La arena amarillo oro ardía, la gente corría de un lado para otro buscando la sombra, los pies descalzos lloraban de dolor. Unas sandalias rojas caminaban sin afán, eran la mejor expresión de la calma angelical, los tobillos a la luz se inclinaban cada paso como rindiendo pleitesía a su belleza. La dueña de las sandalias, tenía una falda de batik roja, su paso lento hacía que se moviera como las olas de un mar en huelga. Seducía con paciencia; la tela hindú le llegaba hasta la mitad de unas piernas bronceadas por el trabajo y torneadas por le sol. Una tarde de verano en la playa era para ella el paraíso. Llegué caminando solo como de costumbre, en la mano derecha una pola y en la izquierda un lápiz cargado de angustia. Cerca de una carpa tipo árabe había un grupo de individuos que disfrutaban embruteciéndose a punta de alcohol y nicotina, me sentí identificado y dirigí mis pasoshacia allá. Durante el tiempo que me tomo caminar, 10 pasos, pensé en ella. En sus ojos color miel toscana, en aquellas pecas sobre los hombros que parecían derramarse cuesta abajo invitándome a esculcar… ah, y su cintura: un homenaje a la honestidad. Ni hablar de sus piernas por las que empañaría mis restos. Le gusta el rojo pero no fumar, aún no sé su nombre pero la quiero en mis manos para regalarle lo que mi mente dibuja por su presencia. Imagino que viene hacia mí y mis pies se queman. Corro.
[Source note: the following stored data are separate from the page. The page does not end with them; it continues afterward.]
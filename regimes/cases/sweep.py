"""Section of the case file that runs it several times, with other choices each time."""

from itertools import product
from typing import Annotated, Any

from pydantic import Field, model_validator

from regimes.cases.problems import show
from regimes.cases.section import Section, rule

MOST = 64  # variants of one case; more is a wish that no one reads the pages of
_FIXED = ("observations.path", "observations.columns", "single.mean_flow")

Choices = Annotated[dict[str, Annotated[tuple[Any, ...], Field(strict=False)]], Field(default_factory=dict)]


class Sweep(Section):
    """Lists of values for keys of the other sections; every combination is one variant."""

    observations: Choices
    pairs: Choices
    curves: Choices
    models: Choices
    single: Choices
    report: Choices

    @model_validator(mode="after")
    def _readable(self) -> "Sweep":
        for key, values in self.choices.items():
            if key in _FIXED:
                raise rule(key, "name no file; write a case for each")
            if not values or any(values.count(v) > 1 for v in values):
                raise rule(f"{key} = {show(values)}", "be a list of different values")
        if not 1 <= self.size <= MOST:
            raise rule(f"{self.size} combinations", f"be 1 to {MOST}")
        return self

    @property
    def choices(self) -> dict[str, tuple[Any, ...]]:
        """Values by ``section.key``."""
        return {
            f"{section}.{key}": values
            for section in type(self).model_fields
            for key, values in getattr(self, section).items()
        }

    @property
    def size(self) -> int:
        """Number of combinations; 0 where nothing is listed."""
        if not self.choices:
            return 0
        size = 1
        for values in self.choices.values():
            size *= len(values)
        return size

    def combinations(self) -> list[dict[str, Any]]:
        """Every combination as values by ``section.key``, the last key changing fastest."""
        keys = list(self.choices)
        return [dict(zip(keys, values, strict=True)) for values in product(*self.choices.values())]


def label_of(combination: dict[str, Any]) -> str:
    """A combination in words: ``separation_ratio 1.2, max_separation_km 1``."""
    return ", ".join(f"{key.split('.')[1]} {_short(value)}" for key, value in combination.items())


def _short(value: Any) -> str:
    if isinstance(value, (list, tuple)):
        joint = "+" if any(isinstance(part, str) for part in value) else " to "
        return joint.join(_short(part) for part in value)
    return f"{value:.6g}" if isinstance(value, float) else str(value).lower()
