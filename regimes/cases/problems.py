"""Problems of a case in words: where, what was got, what is allowed, what may have been meant."""

import difflib
from collections.abc import Iterable
from typing import Any, get_args

from pydantic import BaseModel, ValidationError

_BOUNDS = {
    "greater_than": (">", "gt"),
    "greater_than_equal": (">=", "ge"),
    "less_than": ("<", "lt"),
    "less_than_equal": ("<=", "le"),
}
_WANTED = {
    "float_type": "a number",
    "int_type": "a whole number",
    "int_from_float": "a whole number",
    "string_type": "a text in quotes",
    "string_too_short": "a text of at least one character",
    "tuple_type": "a list",
    "dict_type": "a table of keys",
    "finite_number": "a finite number",
    "model_type": "a table of keys",
    "model_attributes_type": "a table of keys",
}


def show(value: Any) -> str:
    """A value as it would stand in the case file, shortened to 60 characters."""
    if isinstance(value, bool):
        text = str(value).lower()
    elif isinstance(value, str):
        text = f'"{value}"'
    elif isinstance(value, (list, tuple)):
        text = f"[{', '.join(show(item) for item in value)}]"
    elif isinstance(value, dict):
        text = f"{{ {', '.join(f'{key} = {show(item)}' for key, item in value.items())} }}"
    else:
        text = str(value)
    return text if len(text) <= 60 else text[:57] + "..."


def meant(word: Any, known: Iterable[str]) -> str:
    """``; did you mean ...?`` if a known word is close, else nothing."""
    close = difflib.get_close_matches(str(word).lower(), list(known), n=1)
    return f"; did you mean {close[0]}?" if close else ""


def describe(error: ValidationError, model: type[BaseModel]) -> list[str]:
    """One line per problem, in the order of the file's sections."""
    return [f"{_place(item)}: {_words(item, model)}" for item in error.errors(include_url=False)]


def headed(source: str, problems: list[str]) -> str:
    """The problems under a line that counts them."""
    count = "1 problem" if len(problems) == 1 else f"{len(problems)} problems"
    return "\n  ".join([f"{source} has {count}", *problems])


def _place(item: dict[str, Any]) -> str:
    return ".".join(str(part) for part in item["loc"] if isinstance(part, str)) or "case"


def _words(item: dict[str, Any], model: type[BaseModel]) -> str:
    kind, got, context = item["type"], item["input"], item.get("ctx", {})
    if kind == "rule":
        return item["msg"]
    if kind == "missing":
        allowed = _length_of_pair(item, got)
        return allowed or "missing; must be given"
    if kind == "extra_forbidden":
        keys = list(_section(model, item["loc"][:-1]).model_fields)
        return f"unknown key; known: {', '.join(keys)}{meant(item['loc'][-1], keys)}"
    if kind == "literal_error":
        known = context["expected"].replace(" or ", ", ").replace("'", "").split(", ")
        return f"got {show(got)}; known: {', '.join(known)}{meant(got, known)}"
    if kind in _BOUNDS:
        sign, key = _BOUNDS[kind]
        return f"got {show(got)}; must be {sign} {context[key]:g}"
    if kind == "too_long":
        return f"got {show(got)}; must be a list of {context['max_length']}"
    if kind in _WANTED:
        return f"got {show(got)}; must be {_WANTED[kind]}"
    return f"got {show(got)}; {item['msg']}"


def _length_of_pair(item: dict[str, Any], got: Any) -> str | None:
    """A list that is too short is reported as a missing element."""
    if isinstance(item["loc"][-1], int):
        return f"got {show(got)}; must be a list of 2"
    return None


def _section(model: type[BaseModel], place: tuple[int | str, ...]) -> type[BaseModel]:
    """The model at a place inside another."""
    for part in place:
        annotation = model.model_fields[str(part)].annotation
        model = next(kind for kind in (annotation, *get_args(annotation)) if isinstance(kind, type))
    return model
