import regimes.plan.run
from regimes import cli
from regimes.cases import Planned, load_plan
from regimes.errors import CaseError, DataError
from regimes.fitting import Options, quick_fit
from regimes.pairs import find_pairs
from regimes.pipeline import plan_survey
from regimes.plan import Progress, drawn_truth, given_truth, simulate_plan, target_of
from regimes.plan.aim import is_true, mean_probability, right, told, true_pieces, wrong
from regimes.plan.design import points_of
from regimes.plan.judge import NOT_FITTED, Judged, judged, transition_factor
from regimes.plan.run import Work, perform
from regimes.plan.summary import geometric, mean, share
from regimes.report.plan_json import plan_document, plan_table
from regimes.report.plan_page import plan_page
from regimes.synthetic.campaign import Layout, campaign
from regimes.synthetic.recipe import recipe_from
from regimes.synthetic.survey import simulate
from regimes.theory.kernel import Kernel
from regimes.tracks import make_tracks
from regimes.verdict.rule import Stretch
from tests.worlds import in_parallel

KM, HOUR, DAY = 1e3, 3600.0, 86400.0
PLAN = """
name = "Invented sound"
seed = 7
[plan]
releases = [4, 8]
particles = 3
start_separation_km = 0.3
fix_interval_h = [1, 3.0]
position_error_m = 10
duration_d = 20
loss_per_d = 0.02
campaigns = 12
[plan.kernel]
regimes = ["exponential", "richardson"]
transitions_km = [10]
rate_per_d = 0.6
reference_km = 1
[plan.aim]
regime = "exponential"
against = "richardson"
below_km = 10
"""
KERNEL = Kernel([2.0, 4 / 3], [10 * KM], 0.3 / DAY, KM)


def write(folder, text=PLAN):
    path = folder / "sound.toml"
    path.write_text(text)
    return path


def planned(**changes):
    content = tomllib.loads(PLAN)
    content["plan"] |= changes
    return Planned.model_validate(content)


TARGET = target_of(planned().plan.aim, 0.3 * KM, 10.0)
TRUTH = given_truth(planned().plan.kernel, TARGET, 7)


# What is asked


def test_plan_alone_and_in_a_case_say_the_same(tmp_path):
    alone, case = load_plan(write(tmp_path))
    assert case is None
    (tmp_path / "fixes.csv").write_text("id,t,x,y\n")
    data = """
[observations]
path = "fixes.csv"
position_error_m = 5
columns = { particle = "id", time = "t", x = "x", y = "y" }
[pairs]
max_separation_km = 1
"""
    assert load_plan(write(tmp_path, PLAN + data)) == (alone, None)
    head, tail = PLAN.split("[plan.kernel]")
    tail = tail[tail.index("[plan.aim]") :]
    drawn, case = load_plan(write(tmp_path, head + tail + data))
    assert drawn.plan == alone.plan.model_copy(update={"kernel": None})
    assert case.observations.position_error_m == 5.0


@pytest.mark.parametrize(
    ("old", "new", "words"),
    [
        ("[plan]", "[plam]", r"plam: unknown key; known: name, seed, plan, curves, models; did you mean plan\?"),
        ("releases = [4, 8]", "releases = [8, 4]", r"plan.releases: got \[8, 4\]; must be a list of numbers that rise"),
        ("releases = [4, 8]", "releases = []", r"plan.releases: got \[\]; must be a list of numbers that rise"),
        ("particles = 3", "particles = 5", r"plan.particles: got 5; must be <= 4"),
        ("duration_d = 20", "duration_d = 1", r"plan.duration_d: got 1.0; must be ten times the longest fix interval"),
        ("campaigns = 12", "campaigns = 2", r"plan.campaigns: got 2; must be >= 10"),
        ("below_km = 10", "", r"plan.aim: got both or neither of below_km and range_km; must give one of them"),
        ("below_km = 10", "range_km = [9, 1]", r"plan.aim: got \[9.0, 1.0\]; must rise \(range_km\)"),
        ('against = "richardson"', 'against = "exponential"', r'against = "exponential"; must be another regime'),
        ("transitions_km = [10]", "", r"plan.kernel: got 2 pieces; must be one more than transitions_km, which has 0"),
        ("[plan.kernel]", "[plan.other]", r"plan.other: unknown key"),
    ],
)
def test_plan_that_cannot_be_is_refused_at_the_door(old, new, words, tmp_path):
    assert old in PLAN
    with pytest.raises(CaseError, match=words):
        load_plan(write(tmp_path, PLAN.replace(old, new)))


def test_neither_kernel_nor_data(tmp_path):
    text = PLAN.split("[plan.kernel]")[0] + "[plan.aim]\n" + PLAN.split("[plan.aim]")[1]
    with pytest.raises(CaseError, match=r"plan.kernel: missing; give it, or observations and pairs of data"):
        load_plan(write(tmp_path, text))


def test_aim_that_no_data_can_reach_is_refused():
    aim = planned().plan.aim
    with pytest.raises(CaseError, match=r"plan.aim.below_km: got 6 to 10 km .*must span a factor 3 at least"):
        target_of(aim, 3 * KM, 10.0)
    with pytest.raises(CaseError, match=r"got 15 to 10 km for pairs .* errors of 1000 m"):
        target_of(aim, 0.3 * KM, 1000.0)
    with pytest.raises(CaseError, match=r'plan.aim.regime: got "richardson", which \[plan.kernel\] is not'):
        given_truth(planned().plan.kernel, replace(TARGET, regime="richardson", against=None), 1)
    without = planned()
    without = without.model_copy(update={"models": without.models.model_copy(update={"regimes": ("exponential",)})})
    with pytest.raises(CaseError, match=r"plan.aim: got richardson, which models.regimes leaves out"):
        plan_survey(without, None)


# Campaigns


def test_campaign_is_laid_out_as_asked():
    layout = Layout(3, 4, 0.5 * KM, HOUR, 40)
    tracks, pairs = campaign(KERNEL, layout, 5)
    assert (tracks.n_track, pairs.n_pair, pairs.n_cluster) == (12, 18, 3)
    np.testing.assert_array_equal(pairs.length, 40)
    side = np.bincount(pairs.cluster[pairs.first], np.isclose(pairs.start_separation, 0.5 * KM))
    np.testing.assert_array_equal(side, 4)  # sides of a square; the others are its diagonals, sqrt 2 longer
    np.testing.assert_allclose(np.unique(pairs.start_separation.round(6)), 0.5 * KM * np.array([1, np.sqrt(2)]))
    again, _ = campaign(KERNEL, layout, 5)
    np.testing.assert_array_equal(tracks.position, again.position)
    assert not np.array_equal(tracks.position, campaign(KERNEL, layout, 6)[0].position)


def test_particles_are_lost_at_the_rate_asked_for():
    """A particle is there after t with probability exp(-rate t); a pair only while both are."""
    loss, n = 0.1 / DAY, 41
    tracks, pairs = campaign(KERNEL, Layout(500, 2, 0.3 * KM, 6 * HOUR, n, 0.0, loss), 1)
    length = np.diff(tracks.offset)
    for k in (4, 20, n - 1):
        expected = np.exp(-loss * 6 * HOUR * k)
        error = np.sqrt(expected * (1 - expected) / length.size)
        assert np.mean(length > k) == pytest.approx(expected, abs=4 * error)  # Monte Carlo, 4 standard errors
    np.testing.assert_array_equal(pairs.length, np.minimum(length[pairs.first], length[pairs.second]))
    assert pairs.length.min() >= 2
    assert length.min() == 1
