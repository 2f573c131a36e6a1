"""Section of the case file for a survey that is still to be made: designs to compare, and what they are to show."""

from typing import Annotated

from pydantic import Field, ValidationInfo, field_validator, model_validator

from regimes.cases.kernel import KernelRules, Regime
from regimes.cases.problems import show
from regimes.cases.section import Positive, Range, Section, rule
from regimes.units import DAY, HOUR, KM

MOST = 64  # design points
NotNegative = Annotated[float, Field(ge=0)]


class Aim(Section):
    """What the survey is to show: one regime over a range of separations, at all or against one other regime."""

    regime: Regime
    against: Regime | None = None
    below_km: Positive | None = None
    range_km: Range | None = None
    probability: Annotated[float, Field(gt=0, lt=1)] = 0.95

    @model_validator(mode="after")
    def _one_range_of_two_regimes(self) -> "Aim":
        if (self.below_km is None) == (self.range_km is None):
            raise rule("both or neither of below_km and range_km", "give one of them")
        if self.range_km is not None and self.range_km[0] >= self.range_km[1]:
            raise rule(show(self.range_km), "rise (range_km)")
        if self.against == self.regime:
            raise rule(f"against = {show(self.against)}", "be another regime")
        return self


class PlanRules(Section):
    """Designs to compare: every number of releases with every fix interval, all else equal."""

    releases: Annotated[tuple[Annotated[int, Field(ge=1, le=10_000)], ...], Field(strict=False)]
    particles: Annotated[int, Field(ge=2, le=4)]
    start_separation_km: Positive
    fix_interval_h: Annotated[tuple[Positive, ...], Field(strict=False)]
    position_error_m: NotNegative
    duration_d: Positive
    loss_per_d: NotNegative = 0.0
    campaigns: Annotated[int, Field(ge=10)] = 40
    aim: Aim
    kernel: KernelRules | None = None

    @field_validator("releases", "fix_interval_h")
    @classmethod
    def _rises(cls, values: tuple[float, ...]) -> tuple[float, ...]:
        if not values or list(values) != sorted(set(values)):
            raise rule(show(values), "be a list of numbers that rise")
        return values

    @field_validator("duration_d")
    @classmethod
    def _some_fixes(cls, days: float, info: ValidationInfo) -> float:
        longest = max(info.data.get("fix_interval_h", (0.0,)))
        if 24.0 * days < 10.0 * longest:
            raise rule(show(days), f"be ten times the longest fix interval ({longest:g} h) at least")
        return days

    @model_validator(mode="after")
    def _not_too_many(self) -> "PlanRules":
        points = len(self.releases) * len(self.fix_interval_h)
        if points > MOST:
            raise rule(f"{points} designs", f"be {MOST} at most")
        return self

    @property
    def start_separation(self) -> float:
        """Of particles of a release at the start [m]."""
        return self.start_separation_km * KM

    @property
    def steps(self) -> tuple[float, ...]:
        """Fix intervals [s]."""
        return tuple(hours * HOUR for hours in self.fix_interval_h)

    @property
    def duration(self) -> float:
        """Of a complete record [s]."""
        return self.duration_d * DAY

    @property
    def loss(self) -> float:
        """Rate at which particles are lost [1/s]."""
        return self.loss_per_d / DAY
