// SPDX-License-Identifier: GPL-3.0-or-later
#pragma once
#include "ui/background/run_there.h"

namespace dampwright {

/// Work of which only the newest counts: a snapshot is taken on the GUI thread, a pure function
/// works on it elsewhere, and its result comes home only if nobody asked for a newer one and the
/// owner still lives.
class LatestJob : public QObject {
 public:
  using QObject::QObject;
  ~LatestJob() override { stop(); }

  /// Runs `compute(progress)` off the GUI thread; `deliver(outcome)` on it, unless a newer start()
  /// or stop() came first.
  template <class Compute, class Deliver>
  void start(Compute compute, Deliver deliver, Progressed progressed = {}) {
    stop();
    stop_ = std::make_shared<std::stop_source>();
    runThere(*QThreadPool::globalInstance(),
             *this,
             stop_,
             std::move(compute),
             std::move(deliver),
             std::move(progressed));
  }

  /// What runs is asked to end, and its result will not be delivered.
  void stop() { stop_->request_stop(); }

 private:
  Stop stop_ = std::make_shared<std::stop_source>();
};

}  // namespace dampwright
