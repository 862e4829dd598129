// SPDX-License-Identifier: GPL-3.0-or-later
#include "core/job/read_metadata.h"

#include <gtest/gtest.h>

namespace dampwright {
namespace {

using Setting = std::vector<SettingValue>;

TEST(SettingOf, ClicksAreReadWithTheirAdjuster) {
  EXPECT_EQ(settingOf({{"Rebound clicks", "8"}}), (Setting{{"rebound", 8}}));
  EXPECT_EQ(settingOf({{"compression setting", "4"}, {"Rebound clicks", "10"}}),
            (Setting{{"compression", 4}, {"rebound", 10}}));
  EXPECT_EQ(settingOf({{"Setting", "rebound 8, compression 4"}}),
            (Setting{{"compression", 4}, {"rebound", 8}}));
  EXPECT_EQ(settingOf({{"Low speed compression clicks", "12"}}),
            (Setting{{"low speed compression", 12}}));
  EXPECT_EQ(settingOf({{"Setting", "rebound:8"}}), (Setting{{"rebound", 8}}));
  EXPECT_EQ(settingOf({{"Clicks", "3"}}), (Setting{{"adjuster", 3}}));
}

TEST(SettingOf, WhatIsNoSettingMakesNone) {
  EXPECT_EQ(settingOf({{"Rebound force", "800"}, {"Counted from", "full soft"}}), Setting{});
  EXPECT_EQ(settingOf({{"Setting", "full soft"}}), Setting{});
  EXPECT_EQ(settingOf({}), Setting{});
}

TEST(SerialOf, TheDampersSerialIsReadAndTheBenchsIsNot) {
  EXPECT_EQ(serialOf({{"Serial", "QD-1"}}), "QD-1");
  EXPECT_EQ(serialOf({{"Damper serial number", "QD-2"}}), "QD-2");
  EXPECT_EQ(serialOf({{"S/N", "QD-3"}}), "QD-3");
  EXPECT_EQ(serialOf({{"Seriennummer", "QD-4"}}), "QD-4");
  EXPECT_EQ(serialOf({{"Load cell serial", "LC-9"}}), "");
  EXPECT_EQ(serialOf({{"Bench", "bench 1"}}), "");
}

}  // namespace
}  // namespace dampwright
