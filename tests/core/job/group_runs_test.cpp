// SPDX-License-Identifier: GPL-3.0-or-later
#include "core/job/group_runs.h"

#include <gmock/gmock.h>

namespace dampwright {
namespace {

using testing::ElementsAre;

std::vector<RunGroup> grouped(const std::vector<RunIdentity>& runs) {
  return groupRuns(runs, cornersOf(VehicleKind::Car));
}

bool says(const RunGroup& group, std::string_view code) {
  return std::ranges::any_of(group.why, [&](const Remark& remark) { return remark.code == code; });
}

TEST(GroupRuns, AFileASpeedIsOneMeasurementPerCorner) {
  const auto groups = grouped({{"FL_0.2mps.csv", {}, {}},
                               {"FR_0.1mps.csv", {}, {}},
                               {"FL_0.1mps.csv", {}, {}},
                               {"FR_0.2mps.csv", {}, {}}});
  ASSERT_EQ(groups.size(), 2u);
  EXPECT_EQ(groups[0].corner, "front left");
  EXPECT_THAT(groups[0].runs, ElementsAre(2, 0));  // by speed
  EXPECT_THAT(groups[1].runs, ElementsAre(1, 3));
  EXPECT_TRUE(says(groups[0], "runs-by-corner"));
  ASSERT_TRUE(says(groups[0], "runs-by-speeds"));
  EXPECT_EQ(std::get<double>(groups[0].why.back().values[1].value), 0.2);
}

TEST(GroupRuns, EachSettingIsAMeasurementOfItsOwn) {
  const auto groups = grouped({{"front left 8 clicks.txt", {}, {}},
                               {"front left 4 clicks.txt", {}, {}},
                               {"R12 C4.csv", {{"Position", "FL"}}, {}}});
  ASSERT_EQ(groups.size(), 3u);
  EXPECT_EQ(groups[0].setting, (std::vector<SettingValue>{{"adjuster", 8}}));
  EXPECT_EQ(groups[2].setting, (std::vector<SettingValue>{{"compression", 4}, {"rebound", 12}}));
  EXPECT_EQ(groups[2].corner, "front left");
  EXPECT_TRUE(says(groups[2], "runs-by-setting"));
}

TEST(GroupRuns, ThePreambleBeatsTheNameAndTheSerialJoins) {
  const auto groups = grouped({{"a 8 clicks.csv", {{"Serial", "X-1"}, {"Clicks", "3"}}, {}},
                               {"b.csv", {{"Serial", "X-1"}, {"Clicks", "3"}}, {}},
                               {"c.csv", {{"Serial", "X-2"}, {"Clicks", "3"}}, {}}});
  ASSERT_EQ(groups.size(), 2u);
  EXPECT_EQ(groups[0].serial, "X-1");
  EXPECT_THAT(groups[0].runs, ElementsAre(0, 1));
  EXPECT_TRUE(says(groups[0], "runs-by-serial"));
}

TEST(GroupRuns, DifferentSerialsOnOneCornerStayApart) {
  const auto groups =
      grouped({{"FL 1.csv", {{"Serial", "X-1"}}, {}}, {"FL 2.csv", {{"Serial", "X-2"}}, {}}});
  EXPECT_EQ(groups.size(), 2u);
}

TEST(GroupRuns, NamesAlikeJoinOnlyWhereTheSpeedsDiffer) {
  EXPECT_EQ(grouped({{"run 1.csv", {}, {0.1}}, {"run 2.csv", {}, {0.2}}}).size(), 1u);
  EXPECT_EQ(grouped({{"run 1.csv", {}, {0.1, 0.2}}, {"run 2.csv", {}, {0.1005, 0.2}}}).size(), 2u);
  EXPECT_EQ(grouped({{"run 1.csv", {}, {}}, {"run 2.csv", {}, {}}}).size(), 2u);
  const auto named = grouped({{"damper 0.1mps.csv", {}, {}}, {"damper 0.2mps.csv", {}, {}}});
  ASSERT_EQ(named.size(), 1u);
  EXPECT_TRUE(says(named[0], "runs-by-name"));
}

TEST(GroupRuns, NothingMakesNothing) { EXPECT_TRUE(grouped({}).empty()); }

}  // namespace
}  // namespace dampwright
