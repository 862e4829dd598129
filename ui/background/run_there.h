// SPDX-License-Identifier: GPL-3.0-or-later
#pragma once
#include <QFutureWatcher>
#include <QObject>
#include <QPromise>
#include <QThreadPool>
#include <QtConcurrent>
#include <functional>
#include <memory>
#include <stop_token>
#include <type_traits>
#include <utility>

#include "core/base/progress.h"

namespace dampwright {

/// Told of the share done, 0 to 1, on the owner's thread; Qt leaves out reports that come faster
/// than the screen.
using Progressed = std::function<void(double)>;

/// By which work is asked to end. Shared, as GCC 12 takes copied stop tokens for a use after free.
using Stop = std::shared_ptr<std::stop_source>;

/// Runs `compute(progress)` on a thread of `pool` and `deliver(outcome)` on the thread of `owner`,
/// unless `stop` was asked for or the owner is gone by then. `compute` owns values only: it may
/// outlive everybody.
template <class Compute, class Deliver>
void runThere(QThreadPool& pool,
              QObject& owner,
              const Stop& stop,
              Compute compute,
              Deliver deliver,
              Progressed progressed) {
  using Outcome = std::invoke_result_t<Compute&, const Progress&>;
  constexpr int steps = 1000;  // finer than any progress bar
  auto* watcher = new QFutureWatcher<Outcome>(&owner);
  QObject::connect(watcher,
                   &QFutureWatcherBase::finished,
                   &owner,
                   [watcher, stop, deliver = std::move(deliver)]() mutable {
                     watcher->deleteLater();
                     if (!stop->stop_requested()) deliver(watcher->future().takeResult());
                   });
  if (progressed) {
    QObject::connect(watcher,
                     &QFutureWatcherBase::progressValueChanged,
                     &owner,
                     [stop, progressed = std::move(progressed)](int step) {
                       if (!stop->stop_requested()) progressed(static_cast<double>(step) / steps);
                     });
  }
  watcher->setFuture(QtConcurrent::run(
      &pool, [stop, compute = std::move(compute)](QPromise<Outcome>& promise) mutable {
        promise.setProgressRange(0, steps);
        const auto report = [&promise](double share) {
          promise.setProgressValue(static_cast<int>(share * steps));
        };
        promise.addResult(compute(Progress{stop->get_token(), report}));
      }));
}

}  // namespace dampwright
El sol estaba pegando duro, la plaza a reventar, bajo los pasillos se oyen los acelerados pasos de los aficionados buscando su lugar. La música retumba en mis oídos y me orino en los pantalones de lentejuelas negras que una amiga de un amigo me había prestado para mi presentación en público como matador, no hubo tiempo para cambios. Al ruedo. Por el costado derecho del espacio que se había dispuesto para mi muerte, apareció él. Con su traje negro absoluto se enfrentó a mi miedo, en sus ojos pude ver que traía un dolor -eran azul cielo nublado con posibilidad de tormentas eléctricas- se me acercó con furia y sin mediar palabra me levantó por los aires. Mi mente en blanco sólo podía recordar que la muerte es un derecho que se adquiere al nacer, de la misma forma que el dolor se gana cuando se ama. Caí sobre la espalda, mi aliento se secó y el público aplaudió sin cesar, oí música y en mi último suspiro vi que bailaban. Antes de cerrar los ojos, una tela roja que se movía con una cadencia latina me llevó hasta ella.

Por un corredor estrecho se oyen gritos desesperados, se oyen choques, parecen metálicos, una señora se ahoga con su llanto y muere en los brazos de un ángel vestido de negro. Por un momento siento que vuelvo, una briza azul bañera me roza la cara y suspiro con ganas de levantarme de la camilla pero estoy atado. En el cielo raso del espacio que me abriga veo un cuadro de Dalí y me siento vivo, giro la cabeza buscando el norte pero la brújula que tengo en la mano me señala el sur. En el piso una mancha roja comienza a trepar por las patas de la camilla, me angustio pero nadie reacciona, los monitores a mi lado no se inmutan. Entregado al dolor la dejo llegar hasta mí.
En la carpa estaba ella, sentada con su falda roja entre las piernas cruzadas como niña de colegio en descanso matutino, la miré con recelo, me sentí desnudo pero accedí a su invitación. El cielo siempre me había parecido una mentira, sin embargo aquel momento me había cambiado la perspectiva. Sobre la arena sol, estábamos los dos cantando una canción de cuna y esperando que la luz no se apagara jamás en aquella calle que nos había puesto en evidencia.

Cuando abrí los ojos habían pasado tres días, me había dejado el tren que me llevaría a la playa donde debería encontrarla.

¡Juro que no vuelvo a tomar champaña!